AIM OF THE TASK: For each line in the data below that has the word "bounds", copy that line.

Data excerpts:
=== Begin Enclosure ===
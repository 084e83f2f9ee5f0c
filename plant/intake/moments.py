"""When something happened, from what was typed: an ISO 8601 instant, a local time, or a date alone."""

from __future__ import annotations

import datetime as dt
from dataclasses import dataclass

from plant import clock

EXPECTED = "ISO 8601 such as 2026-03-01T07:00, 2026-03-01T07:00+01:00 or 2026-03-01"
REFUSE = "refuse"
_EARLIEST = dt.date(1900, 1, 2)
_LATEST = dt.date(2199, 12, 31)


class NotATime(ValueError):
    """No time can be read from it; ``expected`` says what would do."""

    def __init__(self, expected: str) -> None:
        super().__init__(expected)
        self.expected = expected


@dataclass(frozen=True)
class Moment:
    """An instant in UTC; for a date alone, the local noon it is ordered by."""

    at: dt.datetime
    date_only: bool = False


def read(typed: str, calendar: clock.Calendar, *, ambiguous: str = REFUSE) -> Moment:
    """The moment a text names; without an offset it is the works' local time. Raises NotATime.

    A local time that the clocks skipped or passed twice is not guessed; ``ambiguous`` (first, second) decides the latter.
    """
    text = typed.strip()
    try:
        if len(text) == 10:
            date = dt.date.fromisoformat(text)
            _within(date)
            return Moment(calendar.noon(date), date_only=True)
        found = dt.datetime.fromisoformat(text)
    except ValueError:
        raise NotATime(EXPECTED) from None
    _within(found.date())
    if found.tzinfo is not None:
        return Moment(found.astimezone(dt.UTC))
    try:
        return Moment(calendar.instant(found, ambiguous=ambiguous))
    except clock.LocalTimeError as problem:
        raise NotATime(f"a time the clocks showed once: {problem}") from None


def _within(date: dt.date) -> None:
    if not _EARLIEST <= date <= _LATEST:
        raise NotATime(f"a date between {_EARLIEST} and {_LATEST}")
=== End Enclosure ===
=== Begin Enclosure ===
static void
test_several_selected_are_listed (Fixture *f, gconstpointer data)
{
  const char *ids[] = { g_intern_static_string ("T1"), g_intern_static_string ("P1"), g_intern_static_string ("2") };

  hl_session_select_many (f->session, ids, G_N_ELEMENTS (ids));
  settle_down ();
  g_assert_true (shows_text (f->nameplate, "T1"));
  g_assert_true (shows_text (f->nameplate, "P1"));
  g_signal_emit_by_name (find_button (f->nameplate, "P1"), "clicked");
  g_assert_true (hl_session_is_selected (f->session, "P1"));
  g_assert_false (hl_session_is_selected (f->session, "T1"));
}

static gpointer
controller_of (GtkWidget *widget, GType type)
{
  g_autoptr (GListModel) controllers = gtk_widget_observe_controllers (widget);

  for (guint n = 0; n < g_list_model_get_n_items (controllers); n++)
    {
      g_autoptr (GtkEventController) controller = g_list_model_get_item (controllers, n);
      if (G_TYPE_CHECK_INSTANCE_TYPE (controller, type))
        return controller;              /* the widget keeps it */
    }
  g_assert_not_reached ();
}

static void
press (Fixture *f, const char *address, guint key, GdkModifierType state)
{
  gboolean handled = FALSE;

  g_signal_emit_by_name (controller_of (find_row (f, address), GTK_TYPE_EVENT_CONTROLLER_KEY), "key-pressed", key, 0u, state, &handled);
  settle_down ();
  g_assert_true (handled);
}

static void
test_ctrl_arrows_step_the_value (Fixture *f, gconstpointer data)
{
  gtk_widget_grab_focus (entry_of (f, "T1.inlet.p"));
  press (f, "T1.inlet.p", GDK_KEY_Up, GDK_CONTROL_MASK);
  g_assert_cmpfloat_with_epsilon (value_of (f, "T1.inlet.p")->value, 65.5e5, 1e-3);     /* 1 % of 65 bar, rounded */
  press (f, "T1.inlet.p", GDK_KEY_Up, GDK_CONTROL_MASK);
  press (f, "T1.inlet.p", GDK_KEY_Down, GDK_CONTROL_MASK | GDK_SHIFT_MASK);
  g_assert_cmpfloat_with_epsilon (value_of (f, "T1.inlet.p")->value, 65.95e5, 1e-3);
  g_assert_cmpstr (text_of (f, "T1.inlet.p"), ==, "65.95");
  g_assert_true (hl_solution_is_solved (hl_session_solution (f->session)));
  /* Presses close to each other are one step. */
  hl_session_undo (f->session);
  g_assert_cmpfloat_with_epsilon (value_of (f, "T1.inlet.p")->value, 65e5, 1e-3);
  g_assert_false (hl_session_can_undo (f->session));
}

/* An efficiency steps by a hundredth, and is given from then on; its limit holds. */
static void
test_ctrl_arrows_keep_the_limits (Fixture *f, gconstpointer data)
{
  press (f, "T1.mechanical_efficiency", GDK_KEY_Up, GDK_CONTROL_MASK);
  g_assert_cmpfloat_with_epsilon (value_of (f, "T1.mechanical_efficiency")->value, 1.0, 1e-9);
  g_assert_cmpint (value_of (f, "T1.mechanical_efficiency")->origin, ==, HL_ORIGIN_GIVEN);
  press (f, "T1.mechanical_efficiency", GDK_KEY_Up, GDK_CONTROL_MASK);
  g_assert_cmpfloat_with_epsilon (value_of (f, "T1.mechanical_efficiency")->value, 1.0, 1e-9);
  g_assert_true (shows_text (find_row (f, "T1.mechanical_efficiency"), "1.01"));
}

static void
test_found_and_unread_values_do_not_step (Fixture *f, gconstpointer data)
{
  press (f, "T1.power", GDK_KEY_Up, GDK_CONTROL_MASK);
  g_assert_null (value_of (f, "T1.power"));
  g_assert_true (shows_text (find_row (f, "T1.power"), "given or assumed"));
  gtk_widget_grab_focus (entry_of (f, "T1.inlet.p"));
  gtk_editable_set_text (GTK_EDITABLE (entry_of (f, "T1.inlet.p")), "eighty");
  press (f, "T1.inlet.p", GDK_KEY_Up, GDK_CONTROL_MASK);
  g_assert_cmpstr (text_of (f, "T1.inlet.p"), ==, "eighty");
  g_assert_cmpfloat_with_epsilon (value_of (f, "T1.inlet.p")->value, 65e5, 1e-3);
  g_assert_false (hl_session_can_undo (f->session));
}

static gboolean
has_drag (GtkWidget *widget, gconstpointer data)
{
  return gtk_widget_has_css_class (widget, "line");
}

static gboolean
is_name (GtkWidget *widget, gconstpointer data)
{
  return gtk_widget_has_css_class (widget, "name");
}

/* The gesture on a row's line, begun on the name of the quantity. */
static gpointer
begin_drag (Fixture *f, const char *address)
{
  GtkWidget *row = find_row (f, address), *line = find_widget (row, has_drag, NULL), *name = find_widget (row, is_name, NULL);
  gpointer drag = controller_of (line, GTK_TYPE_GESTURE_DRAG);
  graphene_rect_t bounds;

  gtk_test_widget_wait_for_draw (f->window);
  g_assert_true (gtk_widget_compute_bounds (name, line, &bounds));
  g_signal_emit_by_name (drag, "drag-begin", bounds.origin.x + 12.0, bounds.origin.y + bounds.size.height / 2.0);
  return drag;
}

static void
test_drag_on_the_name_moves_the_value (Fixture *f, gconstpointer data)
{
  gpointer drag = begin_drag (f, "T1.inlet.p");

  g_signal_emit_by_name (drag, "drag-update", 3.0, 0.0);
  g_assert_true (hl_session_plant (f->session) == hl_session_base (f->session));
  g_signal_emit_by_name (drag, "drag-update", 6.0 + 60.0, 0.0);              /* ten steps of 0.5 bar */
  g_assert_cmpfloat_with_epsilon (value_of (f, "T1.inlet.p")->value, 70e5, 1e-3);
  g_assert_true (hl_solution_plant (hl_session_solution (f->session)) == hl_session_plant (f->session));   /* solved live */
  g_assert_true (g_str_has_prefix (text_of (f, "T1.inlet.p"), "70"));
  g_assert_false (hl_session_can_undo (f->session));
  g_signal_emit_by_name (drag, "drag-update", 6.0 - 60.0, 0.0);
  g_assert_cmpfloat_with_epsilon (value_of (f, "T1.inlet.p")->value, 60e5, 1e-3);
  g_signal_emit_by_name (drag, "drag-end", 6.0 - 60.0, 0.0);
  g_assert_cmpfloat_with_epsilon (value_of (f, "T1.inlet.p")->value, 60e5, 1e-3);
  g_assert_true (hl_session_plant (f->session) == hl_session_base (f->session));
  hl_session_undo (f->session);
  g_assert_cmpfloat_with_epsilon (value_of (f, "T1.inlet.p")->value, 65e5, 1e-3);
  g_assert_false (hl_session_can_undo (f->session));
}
=== End Enclosure ===
RESULT BELOW:
  graphene_rect_t bounds;
  g_assert_true (gtk_widget_compute_bounds (name, line, &bounds));
  g_signal_emit_by_name (drag, "drag-begin", bounds.origin.x + 12.0, bounds.origin.y + bounds.size.height / 2.0);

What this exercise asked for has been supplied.